Leitores atentos de Oswald de Andrade lembram que o Manifesto Antropófago (1928) distingue a alta da baixa antropofagia. A alta antropofagia recobre, por metáfora, o pioneirismo da reflexão sobre a cultura no Brasil e o avanço iminente da nossa arte de vanguarda, contanto que as raízes indígenas sejam preservadas com alegria e assumidas sem preconceito etnocêntrico. Datado de 374, o Manifesto Antropófago não se inscreve no calendário gregoriano nem no eclesiástico. A história do Brasil começa no ano em que o bispo Sardinha é deglutido pelos índios caetés. O bom humor induz a ironia; é corrosivo e demolidor. Ainda abusando da metáfora, o manifesto reza que a baixa antropofagia está “aglomerada nos pecados de catecismo – a inveja, a usura, a calúnia, o assassinato. Peste dos chamados povos cultos e cristianizados”. Oswald alerta: “É contra ela que estamos agindo”.

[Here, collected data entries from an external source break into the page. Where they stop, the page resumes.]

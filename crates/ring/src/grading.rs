//! Gradings of a differential ring.

use crate::lattice::{Lattice, kernel};
use crate::{Monomial, Polynomial, Ring};
use linform_scalar::Integer;

/// Weights of the symbols for which the derivation is homogeneous.
///
/// *Invariant*: one weight for each symbol of the ring; with a positive modulus all weights lie in
/// `0..modulus`.
#[derive(Clone, Debug, PartialEq, Eq)]
pub struct Grading {
    /// The modulus in which weights are counted; 0 for weights in ℤ.
    pub modulus: Integer,
    /// The weight of every symbol.
    pub weights: Vec<Integer>,
    /// What the derivation adds to the weight.
    pub derivation: Integer,
}

impl Grading {
    fn reduced(&self, weight: Integer) -> Integer {
        if self.modulus.is_zero() {
            weight
        } else {
            weight.div_rem_euclid(&self.modulus).1
        }
    }

    /// The weight of a monomial.
    pub fn weight_of_monomial(&self, monomial: &Monomial) -> Integer {
        let mut sum = Integer::ZERO;
        for (index, weight) in self.weights.iter().enumerate() {
            let exponent = monomial.exponent(index);
            if exponent > 0 {
                sum.add_product(weight, &Integer::from(u32::from(exponent)));
            }
        }
        self.reduced(sum)
    }

    /// The weight of a homogeneous polynomial; nothing if two terms differ in weight. 0 counts as homogeneous
    /// of weight 0.
    pub fn weight_of(&self, p: &Polynomial) -> Option<Integer> {
        let mut terms = p.iter();
        let Some((first, _)) = terms.next() else {
            return Some(Integer::ZERO);
        };
        let weight = self.weight_of_monomial(first);
        terms
            .all(|(monomial, _)| self.weight_of_monomial(monomial) == weight)
            .then_some(weight)
    }
}

impl Ring {
    /// Independent gradings that together generate all for which the derivation and the given elements are
    /// homogeneous: first those over ℤ, then those modulo prime powers.
    ///
    /// Each condition is linear in the weights `w` of the symbols and `d` of the derivation: monomials of one
    /// element have equal weight, and those of `g′` have weight `w_g + d`. Their integer kernel gives the
    /// gradings over ℤ, the torsion of the quotient by their lattice those modulo a number. The basis over ℤ is in Hermite
    /// form, derivation first; modulo a prime power one weight that is a unit is scaled to 1, the
    /// derivation's if possible.
    ///
    /// # Examples
    ///
    /// ```
    /// use linform_ring::{Ring, Symbols};
    ///
    /// let symbols = Symbols::new(vec!["P".into(), "P'".into()], None, vec!["g2".into(), "g3".into()]);
    /// let rules = vec![symbols.parse("P'")?, symbols.parse("6*P^2 - g2/2")?];
    /// let ring = Ring::new(symbols, rules)?;
    /// let relation = ring.symbols().parse("P'^2 - 4*P^3 + g2*P + g3")?;
    /// let gradings = ring.gradings(&[relation]);
    /// assert_eq!(gradings.len(), 1);
    /// assert_eq!(gradings[0].weights, [2, 3, 4, 6].map(|w: i64| w.into()));
    /// # Ok::<(), Box<dyn std::error::Error>>(())
    /// ```
    pub fn gradings(&self, homogeneous: &[Polynomial]) -> Vec<Grading> {
        let symbols = self.symbols().len();
        let mut conditions = Lattice::new();
        for element in homogeneous {
            self.add_conditions(&mut conditions, element, None);
        }
        for generator in 0..self.symbols().generators() {
            let target = Monomial::power(generator, 1);
            self.add_conditions(&mut conditions, self.derivative_of(generator), target);
        }
        if let Some(variable) = self.symbols().variable() {
            let target = Monomial::power(variable, 1);
            self.add_conditions(&mut conditions, &Polynomial::one(), target);
        }
        let kernel = kernel(conditions.basis(), symbols + 1);
        let mut free = Lattice::new();
        kernel
            .free
            .into_iter()
            .for_each(|vector| free.insert(vector));
        let mut gradings: Vec<Grading> = free
            .basis()
            .iter()
            .map(|vector| grading(Integer::ZERO, vector))
            .collect();
        for (modulus, vector) in kernel.torsion {
            for part in prime_powers(modulus) {
                gradings.push(normalised(part, &vector));
            }
        }
        gradings
    }

    /// The conditions that all monomials of an element have one weight, which is the derivation's plus that of
    /// `target` if this is given. Entry 0 belongs to the derivation, so that it leads the Hermite form.
    fn add_conditions(
        &self,
        conditions: &mut Lattice,
        element: &Polynomial,
        target: Option<Monomial>,
    ) {
        let symbols = self.symbols().len();
        let mut monomials = element.iter().map(|(monomial, _)| monomial);
        let Some(first) = monomials.next() else {
            return;
        };
        let row = |a: &Monomial, b: &Monomial, derivation: i32| {
            let difference = |i| Integer::from(i32::from(a.exponent(i)) - i32::from(b.exponent(i)));
            std::iter::once(Integer::from(derivation))
                .chain((0..symbols).map(difference))
                .collect::<Vec<_>>()
        };
        if let Some(target) = &target {
            conditions.insert(row(first, target, -1));
        }
        for monomial in monomials {
            conditions.insert(row(monomial, first, 0));
        }
    }
}

fn grading(modulus: Integer, vector: &[Integer]) -> Grading {
    Grading {
        modulus,
        derivation: vector[0].clone(),
        weights: vector[1..].to_vec(),
    }
}

/// The grading modulo a prime power, scaled by a unit.
fn normalised(modulus: Integer, vector: &[Integer]) -> Grading {
    let reduce = |value: &Integer| value.div_rem_euclid(&modulus).1;
    let vector: Vec<Integer> = vector.iter().map(reduce).collect();
    let inverse = vector.iter().find_map(|entry| inverse(entry, &modulus));
    let scaled: Vec<Integer> = match inverse {
        Some(unit) => vector
            .iter()
            .map(|entry| reduce(&(entry * &unit)))
            .collect(),
        None => vector,
    };
    grading(modulus, &scaled)
}

/// The inverse modulo a number, by the extended Euclidean algorithm.
fn inverse(value: &Integer, modulus: &Integer) -> Option<Integer> {
    let (mut a, mut b) = (modulus.clone(), value.clone());
    // Each of a, b is congruent to its cofactor times the value.
    let (mut x, mut y) = (Integer::ZERO, Integer::ONE);
    while !b.is_zero() {
        let (quotient, remainder) = a.div_rem_euclid(&b);
        a = std::mem::replace(&mut b, remainder);
        let next = &x - &(&quotient * &y);
        x = std::mem::replace(&mut y, next);
    }
    a.is_one().then(|| x.div_rem_euclid(modulus).1)
}

/// The factors of the Chinese remainder theorem: prime powers, and a part without prime factors below 2^16
/// left whole.
fn prime_powers(mut modulus: Integer) -> Vec<Integer> {
    let mut parts = Vec::new();
    for candidate in 2u32..1 << 16 {
        if modulus.is_one() {
            break;
        }
        let prime = Integer::from(candidate);
        let mut power = Integer::ONE;
        loop {
            let (quotient, remainder) = modulus.div_rem_euclid(&prime);
            if !remainder.is_zero() {
                break;
            }
            power *= &prime;
            modulus = quotient;
        }
        if !power.is_one() {
            parts.push(power);
        }
    }
    if !modulus.is_one() {
        parts.push(modulus);
    }
    parts
}

#[cfg(test)]
mod tests {
    use super::*;
    use crate::Symbols;

    fn ring(
        generators: &[&str],
        variable: Option<&str>,
        constants: &[&str],
        rules: &[&str],
    ) -> Ring {
        let names = |list: &[&str]| list.iter().map(|s| s.to_string()).collect::<Vec<_>>();
        let symbols = Symbols::new(
            names(generators),
            variable.map(str::to_string),
            names(constants),
        );
        let rules = rules
            .iter()
            .map(|rule| symbols.parse(rule).unwrap())
            .collect();
        Ring::new(symbols, rules).unwrap()
    }

    fn integers(values: &[i32]) -> Vec<Integer> {
        values.iter().map(|&value| Integer::from(value)).collect()
    }

    #[test]
    fn painleve_two_with_its_law_is_graded_modulo_three_and_by_parity() {
        let ring = ring(&["q", "q'"], Some("t"), &[], &["q'", "t*q + 2*q^3"]);
        let law = ring.symbols().parse("q'^2 - t*q^2 - q^4").unwrap();
        let gradings = ring.gradings(std::slice::from_ref(&law));
        let expected = |modulus: i32, weights: &[i32], derivation: i32| Grading {
            modulus: modulus.into(),
            weights: integers(weights),
            derivation: derivation.into(),
        };
        assert_eq!(
            gradings,
            [expected(2, &[1, 1, 0], 0), expected(3, &[1, 2, 2], 1)]
        );
        assert_eq!(gradings[1].weight_of(&law), Some(Integer::ONE));
        let mixed = ring.symbols().parse("q + t").unwrap();
        assert_eq!(gradings[1].weight_of(&mixed), None);
    }

    #[test]
    fn weierstrass_functions_are_graded_over_the_integers() {
        let ring = ring(&["P", "P'"], None, &["g2", "g3"], &["P'", "6*P^2 - 1/2*g2"]);
        let relation = ring.symbols().parse("P'^2 - 4*P^3 + g2*P + g3").unwrap();
        let gradings = ring.gradings(&[relation]);
        assert_eq!(gradings.len(), 1);
        assert!(gradings[0].modulus.is_zero() && gradings[0].derivation.is_one());
        assert_eq!(gradings[0].weights, integers(&[2, 3, 4, 6]));
        // Without the relation nothing ties the weight of g3.
        let free = ring.gradings(&[]);
        assert_eq!(free.len(), 2);
        assert_eq!(free[0].weights, integers(&[2, 3, 4, 0]));
        assert_eq!(free[1].weights, integers(&[0, 0, 0, 1]));
    }

    #[test]
    fn eisenstein_series_have_their_weights() {
        let ring = ring(
            &["E2", "E4", "E6"],
            None,
            &[],
            &["1/12*(E2^2 - E4)", "1/3*(E2*E4 - E6)", "1/2*(E2*E6 - E4^2)"],
        );
        let gradings = ring.gradings(&[]);
        assert_eq!(gradings.len(), 1);
        // Ramanujan's derivation raises the weight by 2; the primitive vector is half of the usual weights.
        assert_eq!(gradings[0].weights, integers(&[1, 2, 3]));
        assert!(gradings[0].derivation.is_one());
    }

    #[test]
    fn moduli_split_into_prime_powers() {
        let parts = |n: i64| prime_powers(n.into());
        assert_eq!(parts(360), integers(&[8, 9, 5]));
        assert_eq!(parts(1), []);
        assert_eq!(parts(65537 * 2), integers(&[2, 65537]));
    }

    #[test]
    fn inverses_exist_for_units_alone() {
        for modulus in 2..20i32 {
            for value in 0..modulus {
                let found = inverse(&value.into(), &modulus.into());
                let expected = (0..modulus).find(|x| x * value % modulus == 1);
                assert_eq!(found, expected.map(Integer::from), "{value} mod {modulus}");
            }
        }
    }
}
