//! Views of a polynomial as one in fewer symbols.

use crate::polynomial::Term;
use crate::{Monomial, Polynomial};
use linform_scalar::PrimeField;

impl Polynomial {
    /// The parts by the monomial in the first `leading_symbols` symbols: `Σ head · cofactor`, with cofactors in
    /// the other symbols.
    ///
    /// The heads fall strictly and no cofactor is 0.
    ///
    /// # Complexity
    ///
    /// Linear: terms that share a head are neighbours in the lexicographic order.
    pub fn split(&self, leading_symbols: usize) -> Vec<(Monomial, Polynomial)> {
        let mut parts: Vec<(Monomial, Vec<Term>)> = Vec::new();
        for (monomial, coefficient) in self.terms() {
            let (head, tail) = monomial.split_at(leading_symbols);
            let term = (tail, coefficient.clone());
            match parts.last_mut() {
                Some((last, terms)) if *last == head => terms.push(term),
                _ => parts.push((head, vec![term])),
            }
        }
        parts
            .into_iter()
            .map(|(head, terms)| {
                (
                    head,
                    Polynomial::normalised(terms, self.denominator().clone()),
                )
            })
            .collect()
    }

    /// The value at a point of a prime field, or nothing if the prime divides the denominator.
    ///
    /// `values` holds one element (in Montgomery form) for each symbol.
    ///
    /// # Panics
    ///
    /// If a symbol occurs for which there is no value.
    ///
    /// # Complexity
    ///
    /// One product for each term and symbol that occurs in it, after a table of powers for each symbol.
    pub fn evaluate_mod(&self, field: &PrimeField, values: &[u64]) -> Option<u64> {
        let inverse = field.inverse(field.element_of(self.denominator()))?;
        let degrees = self.degrees();
        assert!(degrees.width() <= values.len(), "one value for each symbol");
        let tables: Vec<(usize, Vec<u64>)> = (0..degrees.width())
            .filter(|&symbol| degrees.exponent(symbol) > 0)
            .map(|symbol| {
                let mut power = field.one();
                let mut table = vec![power];
                for _ in 0..degrees.exponent(symbol) {
                    power = field.mul(power, values[symbol]);
                    table.push(power);
                }
                (symbol, table)
            })
            .collect();
        let mut sum = 0;
        for (monomial, coefficient) in self.terms() {
            let mut value = field.element_of(coefficient);
            for (symbol, table) in &tables {
                let exponent = monomial.exponent(*symbol);
                if exponent > 0 {
                    value = field.mul(value, table[usize::from(exponent)]);
                }
            }
            sum = field.add(sum, value);
        }
        Some(field.mul(sum, inverse))
    }
}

A distinção inicial se desdobra. A baixa antropofagia tomou os brasileiros por objeto, transformando-nos em povo culto e cristianizado. A alta nos elevará à condição de sujeito da história nacional, capaz de atualizar a pujança recalcada de povo primitivo e selvagem. Distinções e preferência visam a limpar o porvir brasileiro do entulho civilizatório com que a Europa nos distinguiu durante a colonização. Leiam-se estes dois aforismos tomados do manifesto. “Nunca fomos catequizados. Fizemos foi carnaval.” “O carnaval no Rio é o acontecimento religioso da raça.”
O sentido das distinções possibilita que não se julgue como pecado cristão o canibalismo, prática comum entre os guerreiros tupinambás. A transgressão sanguinária suplementa a regra do convívio pacífico. É o espírito do ritual religioso. Em tempos de guerra, o tupinambá converte o inimigo em alimento. Manifesta a superioridade diante do adversário e se apropria da sua astúcia e força. (mais…)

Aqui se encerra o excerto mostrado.